Look for the word "when" in the data below, and copy every line that holds it.

+++++

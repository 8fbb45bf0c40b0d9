import { describe, expect, it } from 'vitest';
import { answerGroup, buildChecklist, safetyGaps, safetyGroups, safetyItems } from '@/lib/engine';
import type { ItemObservations } from '@/lib/engine';

const reefer = buildChecklist({ kind: 'reefer', hingesPerDoor: 4, axles: 2, tireLayout: 'dual' });
const van = buildChecklist({ kind: 'dry_van', hingesPerDoor: 5, axles: 2, tireLayout: 'wide_single' });

/** Every safety item answered through its group statement, tires at 8/32 in. */
function allStated(checklist = reefer): ItemObservations {
  let items: ItemObservations = {};
  for (const g of safetyGroups(checklist)) items = { ...items, ...answerGroup(checklist, g, 8) };
  return items;
}

describe('safety items (common practice: pins, spare, tires, fuel leak, door hinges and locks, landing gear, reefer running)', () => {
  it('marks exactly the safety items of a two-axle dual-tire reefer', () => {
    const keys = safetyItems(reefer).map((i) => i.key);
    // 4 pins + 1 spare + 8 tires (2 axles × 4 duals) + 1 fuel leak + 8 hinges + 2 lock rods + 3 landing gear = 27
    expect(keys).toHaveLength(27);
    expect(keys).toContain('undercarriage.tandem_pin.right_rear');
    expect(keys).toContain('undercarriage.spare_tire');
    expect(keys).toContain('tires.axle2.right_outer');
    expect(keys).toContain('undercarriage.fuel_tank.leaks');
    expect(keys).toContain('rear.door_left.hinge_4');
    expect(keys).toContain('rear.door_right.lock_rods');
    expect(keys).toContain('undercarriage.landing_gear.cross_shaft');
    expect(keys).not.toContain('left_side.skin');
    expect(keys).not.toContain('interior.floor');
    expect(reefer.items.find((i) => i.key === 'readings.unit_on')?.isSafety).toBe(true);
    expect(reefer.items.find((i) => i.key === 'readings.setpoint')?.isSafety).toBeUndefined();
  });

  it('gives a dry van no fuel or reefer safety items, and follows its hinges and tires', () => {
    const keys = safetyItems(van).map((i) => i.key);
    // 4 pins + 1 spare + 4 tires (2 axles × 2 wide singles) + 10 hinges + 2 lock rods + 3 landing gear = 24
    expect(keys).toHaveLength(24);
    expect(keys.some((k) => k.includes('fuel_tank'))).toBe(false);
    expect(safetyGroups(van).map((g) => g.key)).toEqual([
      'landing_gear',
      'spare',
      'tandem_pins',
      'tires',
      'rear_doors',
    ]);
  });

  it('states each group in words that count the items the driver looked at', () => {
    const groups = Object.fromEntries(safetyGroups(reefer).map((g) => [g.key, g]));
    expect(groups.tandem_pins.statement).toBe('All four tandem pins out and locked: I looked at each');
    expect(groups.tandem_pins.itemKeys).toHaveLength(4);
    expect(groups.tires.statement).toContain('All eight tires');
    expect(groups.tires.asksTread).toBe(true);
    expect(groups.rear_doors.statement).toContain('All eight door hinges');
    expect(safetyGroups(van).find((g) => g.key === 'rear_doors')?.statement).toContain('All ten door hinges');
  });

  it('a group answer records the safe answer for each item; tires carry the tread given', () => {
    const pins = safetyGroups(reefer).find((g) => g.key === 'tandem_pins')!;
    expect(answerGroup(reefer, pins)['undercarriage.tandem_pin.left_rear']).toEqual({
      condition: 'ok',
      isEngaged: true,
    });
    const tires = safetyGroups(reefer).find((g) => g.key === 'tires')!;
    expect(answerGroup(reefer, tires, 6)['tires.axle1.left_inner']).toEqual({
      condition: 'ok',
      treadThirtySeconds: 6,
      isHoldingAir: true,
    });
    expect(() => answerGroup(reefer, tires)).toThrow(RangeError);
  });

  it('finds no gap once every safety item is answered, loaded reefer running', () => {
    expect(safetyGaps(reefer, { items: allStated(), isLoaded: true, isUnitOn: true })).toEqual([]);
    expect(safetyGaps(van, { items: allStated(van), isLoaded: true, isUnitOn: null })).toEqual([]);
  });

  it('names every unanswered safety item, field by field', () => {
    const items = allStated();
    delete items['undercarriage.tandem_pin.left_front'];
    items['tires.axle1.left_outer'] = { condition: 'ok', isHoldingAir: true }; // no tread
    items['rear.door_right.hinge_2'] = { condition: 'not_checked' };
    const gaps = safetyGaps(reefer, { items, isLoaded: false, isUnitOn: null });
    expect(gaps.map((g) => g.field)).toEqual([
      'items.undercarriage.tandem_pin.left_front',
      'items.tires.axle1.left_outer',
      'items.rear.door_right.hinge_2',
    ]);
    expect(gaps[0].message).toBe(
      'Tandem locking pin, left front is a safety item: look at it and answer it in this handoff.',
    );
    expect(gaps[1].message).toContain('answer every question');
  });

  it('an empty handoff leaves all 27 safety items of the reefer unanswered', () => {
    expect(safetyGaps(reefer, { items: {}, isLoaded: false, isUnitOn: null })).toHaveLength(27);
  });

  it('a missing spare is an answer (the hold rules take it from there)', () => {
    const items = allStated();
    items['undercarriage.spare_tire'] = { condition: 'missing' };
    expect(safetyGaps(reefer, { items, isLoaded: false, isUnitOn: null })).toEqual([]);
  });

  it('a loaded reefer needs the "unit running" answer; an empty one does not', () => {
    const loaded = safetyGaps(reefer, { items: allStated(), isLoaded: true, isUnitOn: null });
    expect(loaded).toEqual([
      {
        field: 'reefer.isUnitOn',
        itemKey: 'readings.unit_on',
        message: 'The trailer is loaded: say whether the reefer unit is running.',
      },
    ]);
    expect(safetyGaps(reefer, { items: allStated(), isLoaded: true, isUnitOn: false })).toEqual([]);
    expect(safetyGaps(reefer, { items: allStated(), isLoaded: false, isUnitOn: null })).toEqual([]);
  });
});
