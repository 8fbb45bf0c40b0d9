import { CAUTIONS } from '@/app/_components/caution';
import { SECTION_ROLES } from '@/lib/auth/roles';
import { refuse, type Refusal } from '@/lib/result';
import { route } from '@/lib/server/api';
import { submitHandoff } from '@/lib/server/handoffs/submit';
import { handoffSubmitSchema } from '@/lib/validation/handoffs';

/** A refused hook names its holds; the driver also reads the out-of-service and inspection cautions. */
function withCautions(r: Refusal): Refusal {
  const holds = r.detail?.holds;
  if (!Array.isArray(holds) || !holds.length) return r;
  return refuse(r.code, r.message, r.fieldErrors, {
    holds,
    cautions: [CAUTIONS.outOfService, CAUTIONS.inspection],
  });
}

/** Records a drop or hook. 201 with the new handoff; 200 with the same one for a retried submit. */
export const POST = route(
  { access: SECTION_ROLES.gate, body: handoffSubmitSchema },
  async ({ user, body }) => {
    const result = await submitHandoff(body, user);
    if (!result.ok) return withCautions(result);
    const { handoffId, verificationCode, isReplay } = result.value;
    // the receipt e-mail and its sending job were queued in the transaction; the job worker sends it
    return Response.json(
      { handoff: { id: handoffId, verificationCode, receiptUrl: `/gate/receipts/${handoffId}` } },
      { status: isReplay ? 200 : 201 },
    );
  },
);
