'use client';

import { useTranslations } from 'next-intl';
import { useOfflineUser, useOutboxItems } from '@/app/_components/offline/offline-provider';
import { removeFromOutbox } from '@/app/_components/offline/outbox-client';
import { useRefusalText } from '@/app/_components/use-refusal-text';

/** Moves this jockey made without signal, as the outbox holds them: waiting, sent or refused. */
export function QueuedMoves() {
  const t = useTranslations('Yard');
  const say = useRefusalText();
  const userId = useOfflineUser();
  const moves = useOutboxItems().filter((i) => i.kind === 'move' && i.userId === userId);
  if (!moves.length) return null;
  return (
    <section aria-labelledby="queued-moves" className="space-y-2 rounded-xl bg-paper p-4 shadow">
      <h2 id="queued-moves" className="text-gate-lg font-bold">
        {t('move.queueTitle')}
      </h2>
      <ul className="space-y-2">
        {moves.map((m) => {
          const words = { unit: m.meta?.unit ?? '', to: m.meta?.target ?? '' };
          const answer = m.answer ?? {};
          return (
            <li key={m.key} className="flex flex-wrap items-center justify-between gap-2 text-gate">
              {m.state === 'pending' ? (
                <span className="font-bold text-warn">{t('move.queueWaiting', words)}</span>
              ) : m.state === 'sent' ? (
                <span className="font-bold text-ok">{t('move.queueSent', words)}</span>
              ) : (
                <span role="alert" className="font-bold text-danger">
                  {t('move.queueRefused', {
                    ...words,
                    message: say(m.error ?? '', answer.messageKey, answer.messageValues),
                  })}
                </span>
              )}
              {m.state !== 'pending' ? (
                <button
                  type="button"
                  className="min-h-tap rounded-lg border-2 border-brand px-3 font-bold text-brand"
                  onClick={() => void removeFromOutbox(m.key)}
                >
                  {t('move.dismiss')}
                </button>
              ) : null}
            </li>
          );
        })}
      </ul>
    </section>
  );
}
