import { describe, expect, it } from 'vitest';
import {
  assessFuel,
  celsiusToFahrenheit,
  defaultPolicy,
  defaultPolicySources,
  eighthsToGallons,
  eighthsToLitres,
  expectedBurnGallons,
  fahrenheitToCelsius,
  gallonsToLitres,
  LITRES_PER_US_GALLON,
  litresToGallons,
  makePolicy,
  roundTo,
  thirtySecondsToMillimetres,
} from '@/lib/engine';
import type { TrailerSpec } from '@/lib/engine';
import { drop, hook, move, northwind, bluefield, walk } from './fixtures';
import { formatStamp } from '@/lib/format/time';

const spec: TrailerSpec = {
  kind: 'reefer',
  hingesPerDoor: 4,
  axles: 2,
  tireLayout: 'dual',
  fuelTankGallons: 50,
};

describe('units', () => {
  it('US gallon = 3.785411784 L exactly (NIST Handbook 44, Appendix C)', () => {
    expect(LITRES_PER_US_GALLON).toBe(3.785411784);
    expect(gallonsToLitres(1)).toBe(3.785411784);
    expect(gallonsToLitres(50)).toBeCloseTo(189.2705892, 9);
    expect(litresToGallons(gallonsToLitres(12.5))).toBeCloseTo(12.5, 12);
  });

  it('°F to °C per NIST SP 811 Appendix B: 32 → 0, −40 → −40, 0 → −17.78', () => {
    expect(fahrenheitToCelsius(32)).toBe(0);
    expect(fahrenheitToCelsius(-40)).toBe(-40);
    expect(roundTo(fahrenheitToCelsius(0), 2)).toBe(-17.78);
    expect(celsiusToFahrenheit(-40)).toBe(-40);
    expect(celsiusToFahrenheit(100)).toBe(212);
  });

  it('2/32 in of tread = 1.5875 mm (49 CFR 393.75(c); 1 in = 25.4 mm, NIST SP 811)', () => {
    expect(thirtySecondsToMillimetres(2)).toBe(1.5875);
    // 393.75(b): 4/32 in = 3.175 mm.
    expect(thirtySecondsToMillimetres(4)).toBe(3.175);
  });

  it('formats in the caller time zone across the DST change (IANA tz database)', () => {
    // 1 Nov 2026 is the first Sunday of November: America/Chicago goes from UTC−5 to UTC−6.
    expect(formatStamp(new Date('2026-10-31T15:00:00Z'), 'America/Chicago')).toBe('31 Oct 2026 10:00');
    expect(formatStamp(new Date('2026-11-02T15:00:00Z'), 'America/Chicago')).toBe('2 Nov 2026 09:00');
    expect(formatStamp(new Date('2026-11-02T15:00:00Z'), 'UTC')).toBe('2 Nov 2026 15:00');
  });
});

describe('fuel', () => {
  it('converts eighths for the trailer tank size', () => {
    expect(eighthsToGallons(8, 50)).toBe(50);
    expect(eighthsToGallons(3, 50)).toBe(18.75);
    expect(eighthsToGallons(4, 120)).toBe(60);
    expect(eighthsToLitres(8, 50)).toBeCloseTo(50 * 3.785411784, 9); // NIST Handbook 44
    expect(() => eighthsToGallons(9, 50)).toThrow(RangeError);
    expect(() => eighthsToGallons(Number.NaN, 50)).toThrow(RangeError);
  });

  it('labels the default figures with their sources', () => {
    // secondary source (docs/sources.md): 0.4–1.1 gal/h; tanks about 50 gal.
    expect(defaultPolicy.reeferBurnGallonsPerHour).toBe(0.8);
    expect(defaultPolicySources.reeferBurnGallonsPerHour).toContain('secondary source');
    expect(defaultPolicySources.defaultTankGallons).toContain('secondary source');
    expect(defaultPolicySources.minTreadThirtySeconds).toContain('393.75(c)');
    // Secondary-source worked example: 11 h at 0.5 gal/h uses 5.5 gal; at 1 gal/h, 11 gal.
    expect(expectedBurnGallons(11, makePolicy({ reeferBurnGallonsPerHour: 0.5 }))).toBe(5.5);
    expect(expectedBurnGallons(11, makePolicy({ reeferBurnGallonsPerHour: 1 }))).toBe(11);
  });

  it('shortfall against the required eighths at a drop (common practice: full at every drop and hook)', () => {
    const d = drop('2026-11-05T14:00:00Z', northwind, {}, { fuelEighths: 5 });
    const f = assessFuel({ trailer: spec, history: [], current: d, policy: defaultPolicy })!;
    expect(f).toMatchObject({
      gallons: 31.25,
      requiredEighths: 8,
      shortfallEighths: 3,
      shortfallGallons: 18.75,
      isShort: true,
    });
    expect(f.litres).toBeCloseTo(31.25 * 3.785411784, 9);
    expect(f.previousEventId).toBeNull();
    expect(f.isPossibleLeakOrTheft).toBe(false);
  });

  it('uses the policy for hooks and no requirement on walks; default tank when the spec has none', () => {
    const policy = makePolicy({ requiredFuelEighthsAtHook: 6 });
    const h = hook('2026-11-05T14:00:00Z', bluefield, {}, { fuelEighths: 6 });
    expect(assessFuel({ trailer: spec, history: [], current: h, policy })).toMatchObject({
      isShort: false,
      shortfallEighths: 0,
    });
    const w = walk('2026-11-05T14:00:00Z', {}, { fuelEighths: 2 });
    const noTank: TrailerSpec = { ...spec, fuelTankGallons: undefined };
    expect(assessFuel({ trailer: noTank, history: [], current: w, policy })).toMatchObject({
      requiredEighths: null,
      isShort: false,
      tankGallons: 50,
      gallons: 12.5,
    });
    expect(
      assessFuel({ trailer: spec, history: [], current: drop('2026-11-05T14:00:00Z', northwind), policy }),
    ).toBeNull();
  });

  it('flags fuel that fell more than engine hours explain; exactly at tolerance is not flagged', () => {
    // 50 gal tank: 8/8 → 4/8 is 25 gal gone. 10 engine hours × 0.8 gal/h = 8 gal burn.
    // Tolerance 2.72 eighths of 50 gal = 2.72 / 8 × 50 = 17 gal.
    const policy = makePolicy({ fuelDropToleranceEighths: 2.72 });
    const before = drop(
      '2026-11-04T14:00:00Z',
      northwind,
      {},
      { fuelEighths: 8, reefer: { engineHours: 1200 } },
    );
    const after = (eighths: number, hours: number) =>
      hook('2026-11-05T14:00:00Z', bluefield, {}, { fuelEighths: eighths, reefer: { engineHours: hours } });
    const at = assessFuel({
      trailer: spec,
      history: [before, move('2026-11-04T15:00:00Z')],
      current: after(4, 1210),
      policy,
    })!;
    expect(at).toMatchObject({
      dropGallons: 25,
      engineHoursRun: 10,
      expectedBurnGallons: 8,
      unexplainedGallons: 17,
    });
    expect(at.isPossibleLeakOrTheft).toBe(false);
    const over = assessFuel({ trailer: spec, history: [before], current: after(4, 1209.5), policy })!;
    expect(over.unexplainedGallons).toBeCloseTo(17.4, 9);
    expect(over.isPossibleLeakOrTheft).toBe(true);
  });

  it('does not flag without engine hours, when hours run backwards, or when fuel rose', () => {
    const before = drop(
      '2026-11-04T14:00:00Z',
      northwind,
      {},
      { fuelEighths: 8, reefer: { engineHours: 1200 } },
    );
    const noHours = hook('2026-11-05T14:00:00Z', bluefield, {}, { fuelEighths: 0 });
    expect(
      assessFuel({ trailer: spec, history: [before], current: noHours, policy: defaultPolicy }),
    ).toMatchObject({ dropGallons: 50, expectedBurnGallons: null, isPossibleLeakOrTheft: false });
    const backwards = hook(
      '2026-11-05T14:00:00Z',
      bluefield,
      {},
      { fuelEighths: 0, reefer: { engineHours: 10 } },
    );
    expect(
      assessFuel({ trailer: spec, history: [before], current: backwards, policy: defaultPolicy })!
        .engineHoursRun,
    ).toBeNull();
    const low = drop(
      '2026-11-04T14:00:00Z',
      northwind,
      {},
      { fuelEighths: 2, reefer: { engineHours: 1200 } },
    );
    const refuelled = hook(
      '2026-11-05T14:00:00Z',
      bluefield,
      {},
      { fuelEighths: 8, reefer: { engineHours: 1220 } },
    );
    expect(
      assessFuel({ trailer: spec, history: [low], current: refuelled, policy: defaultPolicy }),
    ).toMatchObject({ dropGallons: 0, isPossibleLeakOrTheft: false });
  });

  it('takes the baseline from the latest earlier reading, a yard walk included', () => {
    const d = drop('2026-11-04T14:00:00Z', northwind, {}, { fuelEighths: 8, reefer: { engineHours: 100 } });
    const w = walk('2026-11-05T02:00:00Z', {}, { fuelEighths: 7, reefer: { engineHours: 105 } });
    const h = hook('2026-11-05T14:00:00Z', bluefield, {}, { fuelEighths: 6, reefer: { engineHours: 110 } });
    const f = assessFuel({ trailer: spec, history: [d, w], current: h, policy: defaultPolicy })!;
    expect(f.previousEventId).toBe(w.id);
    expect(f.dropGallons).toBe(6.25);
    expect(f.expectedBurnGallons).toBe(4);
  });
});

describe('fuel tolerance scales with the tank (terminal policy: one gauge eighth of this tank)', () => {
  // No engine hours run between the readings (1200 h both times), so no burn explains any drop.
  const tank = (gallons: number): TrailerSpec => ({ ...spec, fuelTankGallons: gallons });
  const reading = (eighths: number, hours = 1200) => ({
    fuelEighths: eighths,
    reefer: { engineHours: hours },
  });
  const fall = (gallons: number, from: number, to: number, hoursAfter = 1200) =>
    assessFuel({
      trailer: tank(gallons),
      history: [drop('2026-11-04T14:00:00Z', northwind, {}, reading(from))],
      current: hook('2026-11-05T14:00:00Z', bluefield, {}, reading(to, hoursAfter)),
      policy: defaultPolicy,
    })!;

  it('50 gal tank: one eighth is 50 / 8 = 6.25 gal, exactly the tolerance: not flagged; two eighths are', () => {
    const one = fall(50, 8, 7);
    expect(one.toleranceGallons).toBe(6.25); // 1/8 × 50 = 6.25 gal
    expect(one.dropGallons).toBe(6.25);
    expect(one.isPossibleLeakOrTheft).toBe(false);
    const two = fall(50, 8, 6); // 2/8 × 50 = 12.5 gal gone, 12.5 − 0 burn = 12.5 > 6.25
    expect(two.unexplainedGallons).toBe(12.5);
    expect(two.isPossibleLeakOrTheft).toBe(true);
  });

  it('55 gal tank: one eighth is 55 / 8 = 6.875 gal, within its own tolerance (a fixed 6.25 gal flagged it)', () => {
    const one = fall(55, 8, 7);
    expect(one.toleranceGallons).toBe(6.875); // 1/8 × 55 = 6.875 gal
    expect(one.dropGallons).toBe(6.875);
    expect(one.isPossibleLeakOrTheft).toBe(false);
    // 8/8 → 6/8 of 55 gal: 2 × 6.875 = 13.75 gal unexplained > 6.875
    expect(fall(55, 8, 6)).toMatchObject({ unexplainedGallons: 13.75, isPossibleLeakOrTheft: true });
  });

  it('120 gal tank: one eighth is 120 / 8 = 15 gal: not flagged; a quarter with 5 h run is', () => {
    const one = fall(120, 8, 7);
    expect(one.toleranceGallons).toBe(15); // 1/8 × 120 = 15 gal
    expect(one.dropGallons).toBe(15);
    expect(one.isPossibleLeakOrTheft).toBe(false);
    // NIST HB 44 (Appendix C): 1 US gal = 3.785 411 784 L; 7/8 × 120 = 105 gal = 397.468 237 32 L
    expect(one.litres).toBeCloseTo(397.46823732, 8);
    // 8/8 → 6/8 = 30 gal gone; 5 h × 0.8 gal/h = 4 gal burn; 30 − 4 = 26 gal unexplained > 15
    const quarter = fall(120, 8, 6, 1205);
    expect(quarter).toMatchObject({ dropGallons: 30, engineHoursRun: 5, isPossibleLeakOrTheft: true });
    expect(quarter.expectedBurnGallons).toBeCloseTo(4, 9);
    expect(quarter.unexplainedGallons).toBeCloseTo(26, 9);
  });

  it('the tolerance follows the policy’s eighths: two eighths of 120 gal are 30 gal', () => {
    const r = assessFuel({
      trailer: tank(120),
      history: [drop('2026-11-04T14:00:00Z', northwind, {}, reading(8))],
      current: hook('2026-11-05T14:00:00Z', bluefield, {}, reading(6, 1205)),
      policy: makePolicy({ fuelDropToleranceEighths: 2 }),
    })!;
    expect(r.toleranceGallons).toBe(30); // 2/8 × 120 = 30 gal; 26 gal unexplained is within it
    expect(r.isPossibleLeakOrTheft).toBe(false);
  });
});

+++++

- _Response area_
  it('uses the policy for hooks and no requirement on walks; default tank when the spec has none', () => {
  it('does not flag without engine hours, when hours run backwards, or when fuel rose', () => {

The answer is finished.